[PROVIDED DATA Boundary: Start]

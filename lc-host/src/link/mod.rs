//! The live link's receiving side: a tolerant decoder of link format 1
//! (docs/link.md) and the listener built on it ([`listen`]).
//!
//! The [`Decoder`] takes bytes as they come, in pieces of any size, and
//! hands out every frame that checks; a chunk that does not is counted as
//! bad and dropped, sequence gaps are counted as dropped frames, and
//! nothing is ever fatal: any byte string is valid input.
//!
//! ```
//! use lc_core::counting::CountPair;
//! use lc_core::link::{Counts, Encoder, Record, Thermal};
//! use lc_host::link::{Decoder, Event};
//!
//! let mut enc = Encoder::new();
//! let counts = Counts { channel: 2, pair: CountPair::new(16_384, 139_000),
//!     companion: None, thermal: Thermal::None, ring_count: None };
//! let mut wire = Vec::new();
//! for _ in 0..3 {
//!     wire.extend_from_slice(enc.encode(&Record::Counts(counts)).as_bytes());
//! }
//! wire[40] ^= 0x10; // damage the second frame
//! let mut dec = Decoder::new();
//! let mut got = Vec::new();
//! dec.push(&wire, |e| if let Event::Frame { sequence, .. } = e { got.push(sequence) });
//! dec.finish(|_| {});
//! assert_eq!(got, [0, 2]);
//! assert_eq!((dec.stats().bad, dec.stats().dropped), (1, 1));
//! ```

pub mod listen;

use lc_core::link::{unstuff, FrameError, Record, MAX_BODY, MAX_FRAME};

/// What the decoder counted.
#[derive(Clone, Copy, Debug, Default, PartialEq, Eq, serde::Serialize)]
pub struct LinkStats {
    /// Bytes received.
    pub bytes: u64,
    /// Frames accepted.
    pub frames: u64,
    /// Non-empty chunks that were not frames (docs/link.md, "Intact, bad
    /// and dropped frames").
    pub bad: u64,
    /// Sequence numbers missing between accepted frames of one run.
    pub dropped: u64,
}

/// What the decoder found.
#[derive(Clone, Copy, Debug, PartialEq, Eq)]
pub enum Event {
    /// A frame that checks.
    Frame {
        /// Its sequence number.
        sequence: u16,
        /// Frames missing just before it (counted in [`LinkStats::dropped`]).
        dropped_before: u16,
        /// The record.
        record: Record,
    },
    /// A bad chunk, and why.
    Bad(FrameError),
}

/// The tolerant stream decoder.
#[derive(Clone, Debug, Default)]
pub struct Decoder {
    chunk: Vec<u8>,
    overlong: bool,
    last: Option<u16>,
    stats: LinkStats,
}

/// The longest chunk a frame of format 1 stuffs to.
const MAX_CHUNK: usize = MAX_FRAME - 1;

impl Decoder {
    /// A decoder at the start of a stream.
    pub fn new() -> Self {
        Self {
            chunk: Vec::with_capacity(MAX_CHUNK),
            ..Self::default()
        }
    }

    /// The counts so far.
    pub fn stats(&self) -> LinkStats {
        self.stats
    }

    /// Forgets the sequence run and any partial chunk without counting it,
    /// after the link was lost and reopened: what was missed meanwhile
    /// cannot be counted.
    pub fn reconnected(&mut self) {
        self.chunk.clear();
        self.overlong = false;
        self.last = None;
    }

    /// Feeds received bytes; `on` sees each frame and bad chunk in order.
    pub fn push(&mut self, bytes: &[u8], mut on: impl FnMut(Event)) {
        self.stats.bytes += bytes.len() as u64;
        for &b in bytes {
            if b == 0 {
                self.end_chunk(&mut on);
            } else if self.chunk.len() < MAX_CHUNK {
                self.chunk.push(b);
            } else {
                self.overlong = true;
            }
        }
    }

    /// Ends the stream: an unfinished chunk is a bad frame.
    pub fn finish(&mut self, mut on: impl FnMut(Event)) {
        if !self.chunk.is_empty() || self.overlong {
            self.stats.bad += 1;
            on(Event::Bad(FrameError::Stuffing));
        }
        self.chunk.clear();
        self.overlong = false;
    }

    fn end_chunk(&mut self, on: &mut impl FnMut(Event)) {
        if self.chunk.is_empty() && !self.overlong {
            return;
        }
        let result = if self.overlong {
            Err(FrameError::Length)
        } else {
            let mut body = [0u8; MAX_BODY];
            match unstuff(&self.chunk, &mut body) {
                Some(n) => Record::parse(&body[..n]),
                None => Err(FrameError::Stuffing),
            }
        };
        self.chunk.clear();
        self.overlong = false;
        match result {
            Ok((sequence, record)) => {
                let restart = matches!(record, Record::Hello(h) if h.start);
                let dropped_before = match self.last {
                    Some(p) if !restart => sequence.wrapping_sub(p).wrapping_sub(1),
                    _ => 0,
                };
                self.last = Some(sequence);
                self.stats.frames += 1;
                self.stats.dropped += u64::from(dropped_before);
                on(Event::Frame {
                    sequence,
                    dropped_before,
                    record,
                });
            }
            Err(e) => {
                self.stats.bad += 1;
                on(Event::Bad(e));
            }
        }
    }
}

#[cfg(test)]
mod tests {
    use super::*;
    use lc_core::counting::CountPair;
    use lc_core::link::{Counts, Encoder, Hello, Thermal};
    use proptest::prelude::*;

    fn counts(i: u32) -> Record {
        Record::Counts(Counts {
            channel: (i % 3) as u8,
            pair: CountPair::new(16_384, 139_000 + i),
            companion: None,
            thermal: Thermal::None,
            ring_count: None,
        })
    }

    #[test]
    fn sequence_wraps_and_restarts() {
        let mut enc = Encoder::new();
        let mut wire = Vec::new();
        wire.extend_from_slice(enc.encode(&Record::Hello(Hello::new(b"U1", 7))).as_bytes());
        for i in 0..70_000u32 {
            let f = enc.encode(&counts(i));
            // Every 1000th frame is lost.
            if i % 1000 != 999 {
                wire.extend_from_slice(f.as_bytes());
            }
        }
        // The unit resets: a new encoder, a start hello.
        let mut enc = Encoder::new();
        wire.extend_from_slice(enc.encode(&Record::Hello(Hello::new(b"U1", 7))).as_bytes());
        wire.extend_from_slice(enc.encode(&counts(0)).as_bytes());
        let mut dec = Decoder::new();
        // In pieces of 7 bytes.
        for piece in wire.chunks(7) {
            dec.push(piece, |_| {});
        }
        dec.finish(|_| {});
        let s = dec.stats();
        // The last lost frame (69 999) comes just before the restart: not
        // countable.
        assert_eq!(s.dropped, 69);
        assert_eq!(s.bad, 0);
        assert_eq!(s.frames, 1 + 70_000 - 70 + 2);
    }

    #[test]
    fn an_overlong_chunk_is_one_bad_frame() {
        let mut dec = Decoder::new();
        let mut wire = vec![5u8; 1000];
        wire.push(0);
        wire.extend_from_slice(Encoder::new().encode(&counts(1)).as_bytes());
        wire.extend_from_slice(&[9, 9]);
        let mut frames = 0;
        dec.push(&wire, |e| frames += matches!(e, Event::Frame { .. }) as u32);
        dec.finish(|_| {});
        assert_eq!((frames, dec.stats().bad), (1, 2));
    }

    proptest! {
        #[test]
        fn any_bytes_in_any_pieces(bytes in proptest::collection::vec(any::<u8>(), 0..600),
                                   cut in 1usize..50) {
            let mut dec = Decoder::new();
            let mut events = 0u64;
            for piece in bytes.chunks(cut) {
                dec.push(piece, |_| events += 1);
            }
            dec.finish(|_| events += 1);
            let s = dec.stats();
            prop_assert_eq!(s.frames + s.bad, events);
            prop_assert_eq!(s.bytes, bytes.len() as u64);
        }
    }
}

[PROVIDED DATA Boundary: End]

■ **TASK DESCRIPTION**
Within the data, tally each line containing the string "companion". Answer with the number by itself.

■ **YOUR SOLUTION**
2